» **Assigned task**: Everything from the first line of the entries through the line containing "typeof place === 'string'" is to be retyped exactly, and nothing beyond it.

» **Records supplied**:

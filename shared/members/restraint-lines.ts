import type { Quantity } from '../calc/quantity.ts';
import type { Recorder } from '../calc/recorder.ts';
import { stretchLength } from '../standards/aisc360-22/e2.ts';
import { clause } from '../standards/aisc360-22/writer.ts';
import { holds, type Place, type Stretch, stretches } from './geometry.ts';
import type { ResolvedMember, ResolvedRestraint } from './resolved.ts';
import type { Hold } from './restraint-input.ts';

const WORDS: Readonly<Record<Hold, string>> = {
  'in-plane': 'in the plane of major-axis bending',
  top: 'laterally at the top flange',
  bottom: 'laterally at the bottom flange',
  centre: 'laterally at the shear centre',
  twist: 'against twist',
};

/** Distances of restraints from end A, by their ids. */
export type Places = ReadonlyMap<string, Quantity>;

export const placeQuantity = (places: Places, place: Place): Quantity | null =>
  typeof place === 'string' ? null : (places.get(place.id) ?? null);

/** Where the member is held between its ends, and how. */
export function restraintLines(r: Recorder, member: ResolvedMember): Places {
  const { restraints } = member;
  if (!restraints || restraints.length === 0) return new Map();
  r.section('restraints', 'Held between the ends', clause('E2'));
  return new Map(
    restraints.map((restraint) => {
      const { id, at, source, confirmed } = restraint;
      const order = Object.keys(WORDS) as Hold[];
      r.statement(
        `given/${id}/holds`,
        `${order
          .filter((h) => restraint.holds.has(h))
          .map((h) => WORDS[h])
          .join(', ')}`,
        source,
        confirmed,
        { title: `Restraint ${id} holds` },
      );
      return [
        id,
        r.given(`given/${id}/z`, 'z', 'length', at, {
          title: `Restraint ${id}, distance from end A`,
        }),
      ] as const;
    }),
  );
}

/** A stretch between neighbouring points held in one plane. */
export interface Bay extends Stretch {
  /** `1`, `2`, … from end A. */
  readonly id: string;
  readonly L1: Quantity;
}

const TITLES = {
  x: 'held in the plane of major-axis bending',
  y: 'held laterally',
  z: 'held against twist',
} as const;

/** The bays of a plane (x, y) or between points held against twist (z), with their lengths. */
export function bayLines(
  r: Recorder,
  member: ResolvedMember,
  about: 'x' | 'y' | 'z',
  L: Quantity,
  places: Places,
  key = `E2/${about}`,
  ends: (restraint: ResolvedRestraint) => boolean = (restraint) => holds(restraint, about),
): readonly Bay[] {
  const all = stretches(member, ends);
  return all.map((stretch, i) => ({
    ...stretch,
    id: String(i + 1),
    L1:
      all.length === 1
        ? L
        : stretchLength(
            r,
            `${key}/bay${i + 1}`,
            L,
            placeQuantity(places, stretch.from),
            placeQuantity(places, stretch.to),
            { title: `Bay ${i + 1} between points ${TITLES[about]}` },
          ),
  }));
}
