import { describe, expect, it } from 'vitest';
import type { Line } from '../calc/line.ts';
import { createRecorder } from '../calc/recorder.ts';
import type { SectionSizesInput } from '../sections/sizes.ts';
import { quantityReader } from './given-values.ts';
import { findGrade, type ResolvedSteel, steelFor } from './material.ts';
import { resolveSection } from './resolve-section.ts';
import { sectionLines } from './section-lines.ts';

function read(given: string | SectionSizesInput) {
  const problems: string[] = [];
  const problem = (path: string, message: string) => problems.push(`${path} ${message}`);
  return { ...resolveSection(given, problem, quantityReader(problem)), problems };
}

const STEEL: ResolvedSteel = (() => {
  const grade = findGrade('A992');
  const found = grade && steelFor(grade, 'shapes', 10);
  if (!found) throw new Error('A992');
  return { kind: 'grade', ...found };
})();

function lines(given: string | SectionSizesInput): readonly Line[] {
  const { section, problems } = read(given);
  if (!section) throw new Error(problems.join());
  const r = createRecorder('');
  sectionLines(r, section, STEEL);
  return r.lines;
}
const keys = (given: string) => lines(given).map(({ key }) => key.replace('section/', ''));

const AXES = ['Ix', 'Sx', 'Zx', 'rx', 'Iy', 'Sy', 'Zy', 'ry', 'J'];

describe('a tabulated section', () => {
  it('has its lines in the order of a W shape', () => {
    const sizes = ['A', 'd', 'bf', 'tw', 'tf'];
    const open = [...AXES, 'Cw', 'rts', 'ho'];
    expect(keys('W12X79')).toEqual(['section', ...sizes, 'kdes', 'lambdaf', 'lambdaw', ...open]);
    // A rounded detailing value elsewhere.
    expect(keys('HP12X53')).toEqual(['section', ...sizes, 'lambdaf', 'lambdaw', ...open]);
    expect(keys('C15X33.9')).toEqual([
      ...['section', ...sizes, 'xbar', 'lambdaf', 'lambdaw', ...open, 'ro', 'H'],
    ]);
    expect(keys('HSS8X6X1/2')).toEqual([
      ...['section', 'A', 'Ht', 'B', 't', 'lambdab', 'lambdah', ...AXES],
    ]);
    expect(keys('Pipe8STD')).toEqual(['section', 'A', 'D', 't', 'lambdad', ...AXES]);
  });
  it('says where published values are off its sizes', () =>
    expect(keys('Pipe14XS').slice(0, 3)).toEqual(['section', 'note', 'A']));
  it('looks everything up', () => {
    for (const d of ['W12X79', 'S24X121', 'MC18X58', 'HSS20X12X5/8', 'HSS6.000X0.375'])
      expect(new Set(lines(d).map(({ kind }) => kind))).toEqual(new Set(['section', 'lookup']));
  });
  it('is square where both outside sizes are the same', () => {
    const kind = (d: string) => {
      const { section } = read(d);
      return section && sectionLines(createRecorder(''), section, STEEL);
    };
    expect(kind('HSS8X8X1/2')).toMatchObject({ kind: 'rect-hss', square: true });
    expect(kind('HSS8X6X1/2')).toMatchObject({ kind: 'rect-hss', square: false });
  });
});

describe('a designation', () => {
  it('of another family is outside scope, not a problem', () => {
    expect(read('WT6X20')).toMatchObject({ section: null, problems: [] });
    expect(read('2L4X4X1/2')).toMatchObject({ section: null, problems: [] });
  });
  it('that no family has is a problem', () => {
    expect(read('W12X80').problems[0]).toMatch(/^section "W12X80" is in none of the tables/);
    expect(read('HSS8X6X9').problems).toHaveLength(1);
  });
});

describe('a section by sizes', () => {
  const i = { shape: 'i', d: '20 in', bf: '10 in', tf: '1 in', tw: '0.5 in' } as const;
  it('is named by its sizes', () => {
    expect(read(i).name.value).toBe('Built-up I 20 in × 10 in × 1 in × 0.5 in');
    expect(read({ shape: 'round', D: '300 mm', t: '8 mm', wall: 'design' }).name.value).toBe(
      'Round tube 300 mm × 8 mm',
    );
  });
  it('hands its source and state to each size that has none of its own', () => {
    const source = { kind: 'drawing', number: 'S-201', revision: 'B' } as const;
    const own = { kind: 'typed', note: 'measured' } as const;
    const given = lines({
      ...{ ...i, source, confirmed: true },
      tf: { value: '1 in', source: own, confirmed: false },
    }).filter((l) => l.kind === 'given');
    expect(given.map((l) => [l.symbol, l.source, l.confirmed])).toEqual([
      ['d', source, true],
      ['bf', source, true],
      ['tf', own, false],
      ['tw', source, true],
    ]);
  });
  it('takes a square section, which has no minor axis, of any size', () => {
    // Turned by a right angle it is the same section, though Ix and Iy are computed on ways of their own.
    for (let mm = 300; mm < 310; mm += 0.37) {
      const [B, t] = [`${mm} mm`, `${mm / 15.1} mm`];
      expect(read({ shape: 'box', B, d: B, tf: t, tw: t }).problems).toEqual([]);
      expect(read({ shape: 'tube', B, Ht: B, t, wall: 'design' }).problems).toEqual([]);
    }
  });
  it.each<[string, SectionSizesInput, string]>([
    ['thick flanges', { ...i, tf: '10 in' }, 'section.tf is 10 in; two of it must be less than d'],
    ['a thick web', { ...i, tw: '10 in' }, 'section.tw is 10 in; it must be less than bf'],
    ['nothing', { ...i, d: '0 in' }, 'section.d is 0 in; it must be above zero'],
    ['another dimension', { ...i, d: '20 kip' }, 'section.d is a force'],
    ['a wide flat I', { ...i, d: '5 in' }, 'section has Iy above Ix'],
    [
      'equal flanges',
      {
        ...{ shape: 'mono-i', d: '20 in', tw: '0.5 in' },
        ...{ bfTop: '8 in', tfTop: '1 in', bfBottom: '8 in', tfBottom: '1 in' },
      },
      'section.bfTop is 8 in; both flanges are the same',
    ],
    [
      'a lying box',
      { shape: 'box', d: '10 in', B: '12 in', tf: '1 in', tw: '1 in' },
      'section has Iy above Ix',
    ],
    [
      'a lying tube',
      { shape: 'tube', Ht: '6 in', B: '8 in', t: '0.25 in', wall: 'design' },
      'section.Ht is 6 in; it must not be less than B',
    ],
    [
      'corners that meet',
      { shape: 'tube', Ht: '6 in', B: '4 in', t: '1 in', wall: 'design' },
      'section.t is 1 in; with an outside corner radius of 2t',
    ],
    [
      'a sharp corner',
      { shape: 'tube', Ht: '6 in', B: '4 in', t: '0.5 in', Ro: '0.25 in', wall: 'design' },
      'section.Ro is 0.25 in; it must not be less than t',
    ],
    [
      'a solid bar',
      { shape: 'round', D: '2 in', t: '1 in', wall: 'nominal' },
      'section.t is 1 in; two of it must be less than D',
    ],
  ])('refuses %s', (_what, given, message) => {
    const { section, problems } = read(given);
    expect(section).toBeNull();
    expect(problems[0]?.startsWith(message), problems[0]).toBe(true);
  });
});
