import type { LineOf } from '../calc/line.ts';
import type { Quantity } from '../calc/quantity.ts';
import type { Recorder } from '../calc/recorder.ts';
import { availableShear, webShearStrength } from '../standards/aisc360-22/g2.ts';
import { closedShearStrength, type Walls } from '../standards/aisc360-22/g4.ts';
import { roundShearStrength } from '../standards/aisc360-22/g5.ts';
import { equalFlangesShear, unequalFlangesShear } from '../standards/aisc360-22/g6.ts';
import type { Design } from '../standards/aisc360-22/parameters.ts';
import { clause } from '../standards/aisc360-22/writer.ts';
import type {
  BoxSection,
  ChannelSection,
  FlangeOfI,
  ISection,
  MonoISection,
  RectHssSection,
  SectionQuantities,
  SteelQuantities,
} from './section-quantities.ts';

export interface ShearInput {
  /** Clear distance between transverse stiffeners of the web (I-shapes, channels). */
  readonly a?: Quantity;
  /** Distance between the largest and zero shear force (round HSS, pipe). */
  readonly Lv?: Quantity;
}

type Axis = 'x' | 'y';
const WORD = { x: 'major', y: 'minor' } as const;

/**
 * Available shear strength Vc by Chapter G under keys `G2/x/…`, `G4/y/…`. `axis` is the axis of
 * bending: x is shear along the web, y across it.
 */
export function shearStrength(
  r: Recorder,
  design: Design,
  steel: SteelQuantities,
  section: SectionQuantities,
  axis: Axis,
  more: ShearInput = {},
): Quantity {
  const { E, Fy } = steel;
  const begin = (number: 'G2' | 'G4' | 'G5' | 'G6'): string => {
    const at = `${number}/${axis}`;
    r.section(at, `Shear strength, flexure about the ${WORD[axis]} axis`, clause(number));
    return at;
  };
  switch (section.kind) {
    case 'i':
    case 'mono-i':
    case 'channel': {
      if (axis === 'y') {
        const at = begin('G6');
        return availableShear(r, at, design, flangesShear(r, at, steel, section), axis);
      }
      const at = begin('G2');
      const { Vn, rolledStocky } = webShearStrength(r, at, {
        ...{ E, Fy, d: section.d, tw: section.tw, lambdaw: section.lambdaw },
        h: section.kind === 'mono-i' ? section.h : null,
        a: more.a ?? null,
        shape: shapeOf(section),
      });
      return availableShear(r, at, design, Vn, axis, rolledStocky);
    }
    case 'rect-hss':
    case 'box': {
      const at = begin('G4');
      const Vn = closedShearStrength(r, at, { E, Fy }, wallsOf(section, axis));
      return availableShear(r, at, design, Vn, axis);
    }
    case 'round': {
      const at = begin('G5');
      const { A: Ag, D, lambdad: lambda } = section;
      const Vn = roundShearStrength(r, at, { E, Fy, Ag, D, lambda, Lv: more.Lv ?? null });
      return availableShear(r, at, design, Vn, axis);
    }
  }
}

/** The shear force, as a magnitude, against its available strength. */
export function shearCheck(r: Recorder, axis: Axis, Vr: Quantity, Vc: Quantity): LineOf<'check'> {
  if (Vr.value < 0) throw new Error(`${Vr.ref}: a required shear strength is not negative`);
  return r.check(`G/${axis}/check`, Vr, Vc, {
    title: `Shear, flexure about the ${WORD[axis]} axis`,
    clause: clause('G1'),
  });
}

type Open = ISection | MonoISection | ChannelSection;

const shapeOf = (s: Open) =>
  s.kind === 'channel'
    ? 'a channel'
    : s.made === 'rolled'
      ? 'a rolled I-shape'
      : 'a built-up I-shape';

function flangesShear(r: Recorder, at: string, steel: SteelQuantities, s: Open): Quantity {
  const { E, Fy } = steel;
  if (s.kind !== 'mono-i')
    return equalFlangesShear(r, at, { E, Fy }, { bf: s.bf, tf: s.tf, lambda: s.lambdaf });
  const flange = (f: FlangeOfI) => ({ bf: f.b, tf: f.t, lambda: f.lambda });
  return unequalFlangesShear(r, at, { E, Fy }, flange(s.top), flange(s.bottom));
}

/** The walls along the shear force: the webs for x, the flanges for y. */
const wallsOf = (s: RectHssSection | BoxSection, axis: Axis): Walls => {
  const lambda = axis === 'x' ? s.lambdah : s.lambdab;
  if (s.kind === 'rect-hss') return { t: s.t, lambda, h: null };
  return axis === 'x' ? { t: s.tw, lambda, h: s.h } : { t: s.tf, lambda, h: s.b };
};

» **Response**:
filename shared/members/restraint-lines.ts
import type { Quantity } from '../calc/quantity.ts';
import type { Recorder } from '../calc/recorder.ts';
import { stretchLength } from '../standards/aisc360-22/e2.ts';
import { clause } from '../standards/aisc360-22/writer.ts';
import { holds, type Place, type Stretch, stretches } from './geometry.ts';
import type { ResolvedMember, ResolvedRestraint } from './resolved.ts';
import type { Hold } from './restraint-input.ts';

const WORDS: Readonly<Record<Hold, string>> = {
  'in-plane': 'in the plane of major-axis bending',
  top: 'laterally at the top flange',
  bottom: 'laterally at the bottom flange',
  centre: 'laterally at the shear centre',
  twist: 'against twist',
};

/** Distances of restraints from end A, by their ids. */
export type Places = ReadonlyMap<string, Quantity>;

export const placeQuantity = (places: Places, place: Place): Quantity | null =>
  typeof place === 'string' ? null : (places.get(place.id) ?? null);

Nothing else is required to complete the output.